Brief facts necessary to dispose of these appeals are recapitulated as under:
First Appeal:-
Smita Achyut Karekar was admitted to Ashirwad Nursing Home as she was suffering from the ailment of slip disc. The operation was performed on 8.10.1997. It was noticed, at about 3.45 pm on that day, that her blood vessels had ruptured accidentally during the surgery. She was declared dead at 5.35 pm.
The complainants issued a legal notice on 24.7.1999. Reply to the legal notice was sent on 7.8.1999. The complainants filed complaint alleging deficiency in service and claimed compensation of Rs.15,00,000/-. The complainants did not take necessary steps to remove objection and to complete procedure under the Consumer Protection Act, 1986. The State Commission, Maharashtra issued notice to the opposite parties/appellants herein on 10.02.2004. On 9.9.2004, the State Commission dismissed the complaint for want of prosecution. On 04.11.2004, the complainants filed an application for recalling 9.9.2004 order and consequently the State Commission recalled the order dated 9.9.2004 and restored the complaint. The appellants aggrieved by the said order preferred a Revision Petition No.551 of 2005 before the National Consumer Disputes Redressal Commission, New Delhi. The appellants in the revision petition made two main arguments before the Commission : firstly, that the State Commission did not have the power to restore the complaint and, secondly, that the State Commission restored the complaint without issuing notice to the appellants. The National Commission dismissed the revision petition which has been challenged by the appellants before this Court.
Second Appeal
The National Commission passed an ex parte order and in the appeal against the order, this Court gave liberty to the appellants to approach the Commission for setting aside the ex parte order. Thereafter, an application was filed by the complainants for review of the order. The Commission vide order dated 12.7.2001 (relied on the judgment of Jyotsana’s case) 17dismissed the application. Aggrieved by the said order, the appellant has filed this appeal.

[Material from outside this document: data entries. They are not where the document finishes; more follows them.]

import { MODERATOR_LABELS } from '../../../../shared/schemas/synthesis';
import { i2Definition } from '../../../../shared/synthesis/analyses';
import type { SynthesisOutput } from '../../../../shared/synthesis/types';
import { digitsFor, fixed, interval as span, pEquals, pValue } from '../../../lib/format';
import { valueLabel } from '../labels';
import type { FigureComponent } from './SynthesisResults';

const dfText = (x: number) => (Number.isInteger(x) ? String(x) : fixed(x, 1));
/** "F(2, 10) = 3.41" or "χ²(2) = 6.82" */
const testText = (kind: 'chisq' | 'F' | null | undefined, value: number | null, df: number | null, df2: number | null | undefined) =>
  kind === 'F' ? `F(${df ?? '—'}, ${df2 ?? '—'}) = ${fixed(value, 2)}` : `${valueLabel('test', 'chisq')}(${df ?? '—'}) = ${fixed(value, 2)}`;

/**
 * The analyses beyond the pooled estimate: small-study effects, τ² and I² by every estimator, subgroups (a
 * separate or one shared τ²), and the meta-regressions (one moderator with its bubble plot; several at once).
 */
export function AnalysesSection({ data, Figure, fileStem }: { data: SynthesisOutput; Figure: FigureComponent; fileStem: string }) {
  const r = data.result;
  const d = digitsFor(data.metric);
  const lvl = `${Math.round(r.level * 1000) / 10}%`;
  const interval = (lo: number | null, hi: number | null) => span(lo, hi, d);
  const reason = (analysis: string, fallback: string) => data.unavailable.find((u) => u.analysis === analysis)?.reason ?? fallback;
  const sub = data.subgroups;
  const shared = sub?.tau2Model === 'pooled';
  const reg = data.regression;
  const one = data.metaRegression;
  const chosen = data.dependence.mode === 'multilevel' ? null : data.request.method;
  return (
    <section aria-labelledby="analyses-heading" className="mt-6">
      <h2 id="analyses-heading">Analyses</h2>

      <h3>Small-study effects</h3>
      <table className="max-w-3xl">
        <caption className="caption-top pb-1 text-left text-sm text-ink-soft">Asymmetry tests and trim-and-fill (estimates to {d} decimals, p to 3)</caption>
        <thead>
          <tr>
            <th>Test</th>
            <th className="num">Statistic</th>
            <th className="num">p</th>
            <th>Reading</th>
          </tr>
        </thead>
        <tbody>
          <tr>
            <td>Egger's regression</td>
            <td className="num">{r.egger ? `intercept ${fixed(r.egger.intercept, 3)} (SE ${fixed(r.egger.se, 3)}), t = ${fixed(r.egger.t, 2)}` : '—'}</td>
            <td className="num">{pValue(r.egger?.p)}</td>
            <td>{r.egger ? (r.egger.p < 0.1 ? '⚠ asymmetry suggested' : 'no clear asymmetry') : reason("Egger's test", 'needs at least 3 studies')}</td>
          </tr>
          <tr>
            <td>Begg's rank correlation</td>
            <td className="num">{data.begg ? `Kendall's τ ${fixed(data.begg.tau, 3)}, z = ${fixed(data.begg.z, 2)}` : '—'}</td>
            <td className="num" data-testid="begg-p">
              {pValue(data.begg?.p)}
              {data.begg?.p_method ? ` (${valueLabel('pMethod', data.begg.p_method)})` : ''}
            </td>
            <td>{data.begg ? (data.begg.p < 0.1 ? '⚠ asymmetry suggested' : 'no clear asymmetry') : reason("Begg's test", '—')}</td>
          </tr>
          <tr>
            <td>Trim-and-fill</td>
            <td className="num">{data.trimFill ? `${data.trimFill.k0} imputed (${data.trimFill.side}); adjusted ${fixed(data.trimFill.estimate, d)} ${interval(data.trimFill.ci_lower, data.trimFill.ci_upper)}` : '—'}</td>
            <td className="num">—</td>
            <td>{data.trimFill ? (data.trimFill.k0 ? 'the adjusted value assumes the gap is publication bias' : 'no studies imputed') : reason('trim-and-fill', '—')}</td>
          </tr>
        </tbody>
      </table>

      {data.estimators && (
        <>
          <h3>Heterogeneity by estimator</h3>
          <table className="max-w-3xl">
            <caption className="caption-top pb-1 text-left text-sm text-ink-soft">
              The same studies pooled by each estimator; each I² and H² from that estimator's own τ² (fixed effect: from Q). ◆ marks the one used here.
            </caption>
            <thead>
              <tr>
                <th>Estimator</th>
                <th className="num">Estimate</th>
                <th className="num">{lvl} CI</th>
                <th className="num">τ² [Q-profile CI]</th>
                <th className="num">I² %</th>
                <th className="num">H²</th>
              </tr>
            </thead>
            <tbody>
              {data.estimators.map((e) => (
                <tr key={e.method}>
                  <td>
                    {e.method === chosen ? '◆ ' : ''}
                    {valueLabel('estimator', e.method)}
                  </td>
                  <td className="num">{fixed(e.estimate, d)}</td>
                  <td className="num">{interval(e.ci_lower, e.ci_upper)}</td>
                  <td className="num">
                    {e.tau2 == null ? '—' : `${fixed(e.tau2, 4)}${e.tau2_ci_lower != null ? ` [${fixed(e.tau2_ci_lower, 4)}, ${fixed(e.tau2_ci_upper, 4)}]` : ''}`}
                  </td>
                  <td className="num">{fixed(e.I2, 1)}</td>
                  <td className="num">{fixed(e.H2, 2)}</td>
                </tr>
              ))}
            </tbody>
          </table>
        </>
      )}

      {sub && (
        <>
          <h3>Subgroups by {valueLabel('subgroup', sub.variable).toLowerCase()}</h3>
          <table className="max-w-3xl">
            <caption className="caption-top pb-1 text-left text-sm text-ink-soft" data-testid="subgroup-test">
              Between subgroups: {sub.test ? testText(sub.test, sub.Q_between, sub.df, sub.df2) : `Q = ${fixed(sub.Q_between, 2)} on ${sub.df ?? '—'} df`}, {pEquals(sub.p)} ·{' '}
              {valueLabel('subgroupTau2', shared ? 'pooled' : 'separate')}
              {shared && sub.tau2_pooled != null ? ` (τ² = ${fixed(sub.tau2_pooled, 4)})` : ''}
            </caption>
            <thead>
              <tr>
                <th>Subgroup</th>
                <th className="num">k</th>
                <th className="num">Estimate</th>
                <th className="num">{lvl} CI</th>
                <th className="num">τ²</th>
                <th className="num">I² %</th>
              </tr>
            </thead>
            <tbody>
              {sub.groups.map((g) => (
                <tr key={g.value}>
                  <td>{g.label}</td>
                  <td className="num">{g.k}</td>
                  <td className="num">{fixed(g.estimate, d)}</td>
                  <td className="num">{interval(g.ci_lower, g.ci_upper)}</td>
                  <td className="num">{fixed(g.tau2, 4)}</td>
                  <td className="num">{fixed(data.dependence.mode === 'multilevel' ? g.I2 : i2Definition(r.method) === 'tau' ? (g.I2_tau ?? g.I2) : g.I2, 1)}</td>
                </tr>
              ))}
            </tbody>
          </table>
        </>
      )}

      {one && (
        <>
          <h3>Meta-regression on {MODERATOR_LABELS[one.moderator].toLowerCase()}</h3>
          <p className="text-sm tabular-nums">
            Slope {one.slope.toPrecision(3)} per unit [{one.slope_ci_lower.toPrecision(3)}, {one.slope_ci_upper.toPrecision(3)}]
            {one.slope_df != null ? `, t(${dfText(one.slope_df)})` : ''}, {pEquals(one.slope_p)}; residual τ² {fixed(one.tau2, 4)}; R² {one.R2 == null ? '—' : `${fixed(one.R2 * 100, 1)}%`}; k = {one.k}
            {one.missing ? ` (${one.missing} studies without a value left out)` : ''}.
          </p>
          {data.figures.bubble && <Figure figure={data.figures.bubble} name={`${fileStem}-bubble`} label="Bubble plot" />}
        </>
      )}

      {reg && (
        <>
          <h3>Meta-regression on several moderators</h3>
          {reg.fewPerCovariate && (
            <p role="note" className="text-sm text-caution-dark">
              ⚠ {reg.k} studies for {reg.terms.length - 1} {reg.terms.length === 2 ? 'coefficient' : 'coefficients'}: fewer than 10 studies per coefficient (common practice), so these estimates are unstable.
            </p>
          )}
          <table className="max-w-3xl">
            <caption className="caption-top pb-1 text-left text-sm text-ink-soft" data-testid="regression-summary">
              {reg.moderators.map((m) => m.label).join(', ')}; k = {reg.k}
              {reg.missing ? ` (${reg.missing} without a value left out)` : ''}. Test of the moderators: {testText(reg.QM_test, reg.QM, reg.QM_df, reg.QM_df2)}, {pEquals(reg.QM_p)}. Residual heterogeneity Q({reg.QE_df}) ={' '}
              {fixed(reg.QE, 2)}, {pEquals(reg.QE_p)}; residual τ² {fixed(reg.tau2, 4)}; R² {reg.R2 == null ? '—' : `${fixed(reg.R2 * 100, 1)}%`}.
              {reg.moderators.filter((m) => m.referenceLabel).map((m) => ` ${m.label} compared with ${m.referenceLabel}.`).join('')}
            </caption>
            <thead>
              <tr>
                <th>Term</th>
                <th className="num">Estimate</th>
                <th className="num">SE</th>
                <th className="num">{reg.hksj ? 't (df)' : 'z'}</th>
                <th className="num">p</th>
                <th className="num">{lvl} CI</th>
              </tr>
            </thead>
            <tbody>
              {reg.terms.map((t) => (
                <tr key={t.label}>
                  <td>{t.label}</td>
                  <td className="num">{t.estimate.toPrecision(3)}</td>
                  <td className="num">{t.se.toPrecision(3)}</td>
                  <td className="num">{t.df == null ? fixed(t.statistic, 2) : `${fixed(t.statistic, 2)} (${dfText(t.df)})`}</td>
                  <td className="num">{pValue(t.p)}</td>
                  <td className="num">
                    [{t.ci_lower.toPrecision(3)}, {t.ci_upper.toPrecision(3)}]
                  </td>
                </tr>
              ))}
            </tbody>
          </table>
        </>
      )}
    </section>
  );
}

On careful analysis of the provisions of the Act, it is abundantly clear that the Tribunals are creatures of the Statute and derive their power from the express provisions of the Statute. The District Forums and the State Commissions have not been given any power to set aside ex parte orders and power of review and the powers which have not been expressly given by the Statute cannot be exercised.